Historia de cómo Marx le explica a Engels la Ley Wert en un bar de Bruselas

marxcomicEs que me lo imagino. Marx y Engels sentados en La Maison du Cigney, en Bruselas, justo donde redactaron el Manifiesto Comunista, delante de dos pintas de cerveza y comentando el hecho.

– Karl, la que están liando en España con la nueva Ley de Educación – comenta Engels.

– Ya te digo, aunque bueno, se veía venir ¿eh? – contesta Marx.

– ¡Coño! ¿Y eso?

– A ver, esta más claro que el agua del Volga. ¿Te tengo que hacer un dibujo o qué?

– Bueno, una breve explicación no me vendría mal, la verdad. Es que siempre te piensas que todos somos como tú… ¡Que intensito que eres…!

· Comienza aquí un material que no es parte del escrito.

# All R4 types allowed for Parameters.parameter.value[x].
PARAM_VALUE_TYPES = [
    "Base64Binary", "Boolean", "Canonical", "Code", "Date", "DateTime", "Decimal", "Id", "Instant",
    "Integer", "Markdown", "Oid", "PositiveInt", "String", "Time", "UnsignedInt", "Uri", "Url", "Uuid",
    "Address", "Age", "Annotation", "Attachment", "CodeableConcept", "Coding", "ContactPoint", "Count",
    "Distance", "Duration", "HumanName", "Identifier", "Money", "Period", "Quantity", "Range", "Ratio",
    "Reference", "SampledData", "Signature", "Timing", "ContactDetail", "Contributor", "DataRequirement",
    "Expression", "ParameterDefinition", "RelatedArtifact", "TriggerDefinition", "UsageContext", "Dosage",
]
PARAM_PRIMITIVES = PARAM_VALUE_TYPES[:19]


def parameters():
    props = resource_common("Parameters")
    props.update({
        "parameter": {
            "type": "array",
            "minItems": 1,
            "items": {"$ref": "#/$defs/ParametersParameter"},
            "description": "Operation parameters.",
        },
    })
    value_keys = choice_keys("value", PARAM_VALUE_TYPES)
    value_any = value_keys + ["_value" + t for t in PARAM_PRIMITIVES]
    own = {
        "ParametersParameter": {
            "type": "object",
            "title": "Parameters.parameter",
            "description": "One named parameter. inv-1: exactly one of value[x], resource or part.",
            "properties": {
                "name": ref("string", "Parameter name, e.g. bundle or now for $assess."),
                "valueString": ref("string", "A string value."),
                "valueBoolean": ref("boolean", "A boolean value."),
                "valueCode": ref("code", "A code value."),
                "valueUri": ref("uri", "A uri value."),
                "valueDate": ref("date", "A date value."),
                "valueDateTime": ref("dateTime", "A dateTime value, e.g. the evaluation clock for $assess."),
                "valueInstant": ref("instant", "An instant value."),
                "valueDecimal": ref("decimal", "A decimal value."),
                "valueQuantity": ref("Quantity", "A quantity value."),
                "valueCodeableConcept": ref("CodeableConcept", "A coded value."),
                "valueCoding": ref("Coding", "A single coding value."),
                "valueReference": ref("Reference", "A reference value."),
                "valueIdentifier": ref("Identifier", "An identifier value."),
                "valuePeriod": ref("Period", "A period value."),
                "resource": {
                    "type": "object",
                    "properties": {
                        "resourceType": {"type": "string", "minLength": 1, "description": "The resource type, e.g. Bundle."}
                    },
                    "required": ["resourceType"],
                    "additionalProperties": True,
                    "description": "A resource passed as the parameter; validated separately against its own profile.",
                },
                "part": {
                    "type": "array",
                    "minItems": 1,
                    "items": {"$ref": "#/$defs/ParametersParameter"},
                    "description": "Named parts of a multi-part parameter.",
                },
            },
            "allOf": [
                required_primitive("name"),
                {
                    "description": "inv-1: exactly one of value[x], resource or part.",
                    "oneOf": [
                        present_any(value_any),
                        {"required": ["resource"]},
                        {"required": ["part"]},
                    ],
                },
            ],
            "additionalProperties": True,
        }
    }
    return document(
        "parameters", "calcium-cds Parameters input profile",
        "FHIR R4 Parameters, the body form of an operation call such as $assess. Any resource inside a parameter "
        "is validated separately against the profile for its resourceType.",
        props, ["resourceType"], None, own_defs=own)
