/// One finding of a cause. Exactly one of `lab`, `egfr`, `condition`,
/// `medication`, `procedure`, `age` is set (checked by the loader).
#[derive(Debug, Clone, Deserialize)]
#[serde(deny_unknown_fields)]
pub struct CauseFinding {
    /// A lab analyte, with `is`.
    #[serde(default)]
    pub lab: Option<Analyte>,
    /// The eGFR (bedside Schwartz), with `is`.
    #[serde(default)]
    pub egfr: bool,
    /// The outcome the lab must have.
    #[serde(default)]
    pub is: Option<LabOutcome>,
    /// A condition code list id.
    #[serde(default)]
    pub condition: Option<String>,
    /// A medication code list id.
    #[serde(default)]
    pub medication: Option<String>,
    /// A procedure code list id.
    #[serde(default)]
    pub procedure: Option<String>,
    /// Only events within this many days before the calcium result count.
    #[serde(default)]
    pub within_days: Option<f64>,
    /// An age span.
    #[serde(default)]
    pub age: Option<AgeSpan>,
    /// Effect.
    pub effect: Effect,
    /// Why (source).
    pub source: String,
}

/// One cause.
#[derive(Debug, Clone, Deserialize)]
#[serde(deny_unknown_fields)]
pub struct Cause {
    /// Id.
    pub id: String,
    /// Label.
    pub label: String,
    /// Code list whose first SNOMED CT code names the cause in
    /// ClinicalImpression.finding (text only when there is none).
    #[serde(default)]
    pub code_from_list: Option<String>,
    /// Labelled unlikely unless a strong_for finding, or a supporting
    /// condition, medication or procedure, is met (for causes that need an
    /// exposure to be considered at all).
    #[serde(default)]
    pub needs_positive_finding: bool,
    /// Ages the cause applies to; outside it is ruled out.
    #[serde(default)]
    pub applies: Option<AgeSpan>,
    /// Source of the cause's findings as a whole.
    pub source: String,
    /// Findings.
    pub findings: Vec<CauseFinding>,
}

/// Weighing of findings into labels.
#[derive(Debug, Clone, Default, Deserialize)]
#[serde(deny_unknown_fields)]
pub struct Weighing {
    /// Points for strong_for.
    pub strong_for: i32,
    /// Points for for.
    pub r#for: i32,
    /// Points for against.
    pub against: i32,
    /// Points for strong_against.
    pub strong_against: i32,
    /// Likely at or above this score...
    pub likely_at_least: i32,
    /// ...and only with a strong_for finding met.
    pub likely_needs_strong_finding: bool,
    /// Unlikely at or below this score.
    pub unlikely_at_most: i32,
    /// Source / rationale.
    pub source: String,
}

/// A test the planner may propose.
#[derive(Debug, Clone, Deserialize)]
#[serde(deny_unknown_fields)]
pub struct NextTest {
    /// What it measures.
    pub analyte: Analyte,
    /// What to order, in words.
    pub label: String,
    /// Order code (LOINC), when a verified one exists.
    #[serde(default)]
    pub code: Option<OutputCoding>,
    /// The results the planner tries (default low, normal, high).
    #[serde(default = "three_outcomes")]
    pub outcomes: Vec<LabOutcome>,
    /// Burden weight (1 = a basic chemistry on the same sample).
    pub burden: f64,
    /// Burden in the first 28 days of life (blood volume matters more).
    pub neonatal_burden: f64,
    /// Rationale of the burden.
    pub burden_source: String,
    /// A result older than this (hours) is not read by the work-up.
    pub max_age_hours: f64,
    /// Do not propose while this lab has this outcome.
    #[serde(default)]
    pub deferred_when: Option<Deferral>,
}

fn three_outcomes() -> Vec<LabOutcome> {
    vec![LabOutcome::Low, LabOutcome::Normal, LabOutcome::High]
}

/// A reason to hold a test back.
#[derive(Debug, Clone, Deserialize)]
#[serde(deny_unknown_fields)]
pub struct Deferral {
    /// The lab.
    pub lab: Analyte,
    /// Its outcome.
    pub is: LabOutcome,
    /// Why.
    pub reason: String,
}

/// Planner settings.
#[derive(Debug, Clone, Default, Deserialize)]
#[serde(deny_unknown_fields)]
pub struct PlannerRules {
    /// At most this many proposals.
    pub max_proposals: usize,
    /// Weight of a likely cause in the open weight.
    pub likely_weight: f64,
    /// Weight of a possible cause.
    pub possible_weight: f64,
    /// Rationale.
    pub source: String,
}

/// The advisory caution every output carries. It is fixed in the program, not
/// rule data: a site file cannot replace or remove it (DEVELOPERS.md: the
/// advisory caution); a site may only add its own text after it
/// (`texts.site_note`).
pub const ADVISORY_CAUTION: &str = "Advisory only: this is computer-generated decision support for licensed clinicians, not a diagnosis or an order. Follow local protocols and formulary, check the basis shown, and confirm with the treating clinician before acting.";

/// Texts carried by the output.
#[derive(Debug, Clone, Deserialize)]
#[serde(deny_unknown_fields)]
pub struct Texts {
    /// A site's own text, shown after the fixed caution (never instead of it).
    #[serde(default)]
    pub site_note: Option<String>,
    /// The advisory statement carried by every GuidanceResponse, DetectedIssue
    /// and explain trace: [`ADVISORY_CAUTION`], then the site note if any. Not
    /// read from rule data; set by [`Texts::compose`] when the rules load.
    #[serde(skip)]
    pub advisory: String,
}

impl Texts {
    /// Sets `advisory` to the fixed caution followed by the site note.
    pub fn compose(&mut self) {
        self.advisory = match self.site_note.as_deref().map(str::trim).filter(|n| !n.is_empty()) {
            Some(note) => format!("{ADVISORY_CAUTION} {note}"),
            None => ADVISORY_CAUTION.to_owned(),
        };
    }
}

/// Name and version.
#[derive(Debug, Clone, Deserialize)]
#[serde(deny_unknown_fields)]
pub struct RuleSetId {
    /// Rule set name.
    pub name: String,
    /// Rule set version.
    pub version: String,
    /// Free text.
    #[serde(default)]
    pub description: String,
    /// Name of the site rule file layered on top, if any.
    #[serde(default)]
    pub site: Option<String>,
}

/// Scope note.
#[derive(Debug, Clone, Deserialize)]
#[serde(deny_unknown_fields)]
pub struct Scope {
    /// Text shown when a patient is outside every band.
    pub note: String,
}

/// Time windows, each with its source.
#[derive(Debug, Clone, Deserialize)]
#[serde(deny_unknown_fields)]
pub struct Windows {
    /// Maximum age of a calcium result, hours.
    pub result_max_age_hours: f64,
    /// Source.
    pub result_max_age_source: String,
    /// Maximum distance between a total calcium and its albumin, hours.
    pub albumin_pairing_hours: f64,
    /// Source.
    pub albumin_pairing_source: String,
    /// Maximum distance between a symptom and the calcium result, hours.
    pub symptom_window_hours: f64,
    /// Source.
    pub symptom_window_source: String,
    /// Maximum distance between a QTc and the calcium result, hours.
    pub qtc_pairing_hours: f64,
    /// Source.
    pub qtc_pairing_source: String,
    /// Tolerated clock skew for future timestamps, minutes.
    pub clock_skew_minutes: f64,
    /// Source.
    pub clock_skew_source: String,
}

– Bueno, vale, no te enfades. Te cuento. Yo lo veo según dos puntos principales. El primero está basado en mi concepto de Relaciones Sociales de Reproducción. Ya sabes que ninguna sociedad puede producir continuamente, esto es, re-producir, sin reconvertir y transformar una parte de sus productos en medios de producción.  El ejemplo más claro de esto es la educación. El sistema de producción capitalista necesita, para continuar con el proceso de acumulación, introducir novedades tecnológicas, mejoras en la productividad, además de una clase trabajadora que sea capaz de participar de ese proceso. Esta es la base de la educación y la formación públicas, la de convertir a los hombres y las mujeres en herramientas básicas del sistema productivo. Ahora bien, ¿qué pasa si, debido a una reestructuración del sistema productivo, digamos, el paso de una producción fordista, de fábrica, a otra post-fordista, más fléxible y basada en los servicios, ya no es necesaria una mano de obra formada en determinadas actividades y procesos? ¡Está claro! Que el sistema educativo también necesita reestructurarse.  Pero es más, ¿qué pasa si el sistema de producción capitalista alcanza una fase donde los servicios financieros, y otros similares, alcanzan tal grado de desarrollo que se han convertido en una de las principales variables de producción mundial? Pues que la gente sobra, como dice mi amiga Saskia Sassen. ¿Para que vamos a tener a gente formada e instruida en determinadas cuestiones, si dándole a una tecla en un ordenador de Nueva York generamos tanta riqueza y capital como en una fábrica a las afueras de Beijing? Es más, ¿qué pasa si la gente ya no es necesaria ni como consumidora, puesto que no se producen bienes o servicios de consumo? ¿Lo ves ahora Frederik?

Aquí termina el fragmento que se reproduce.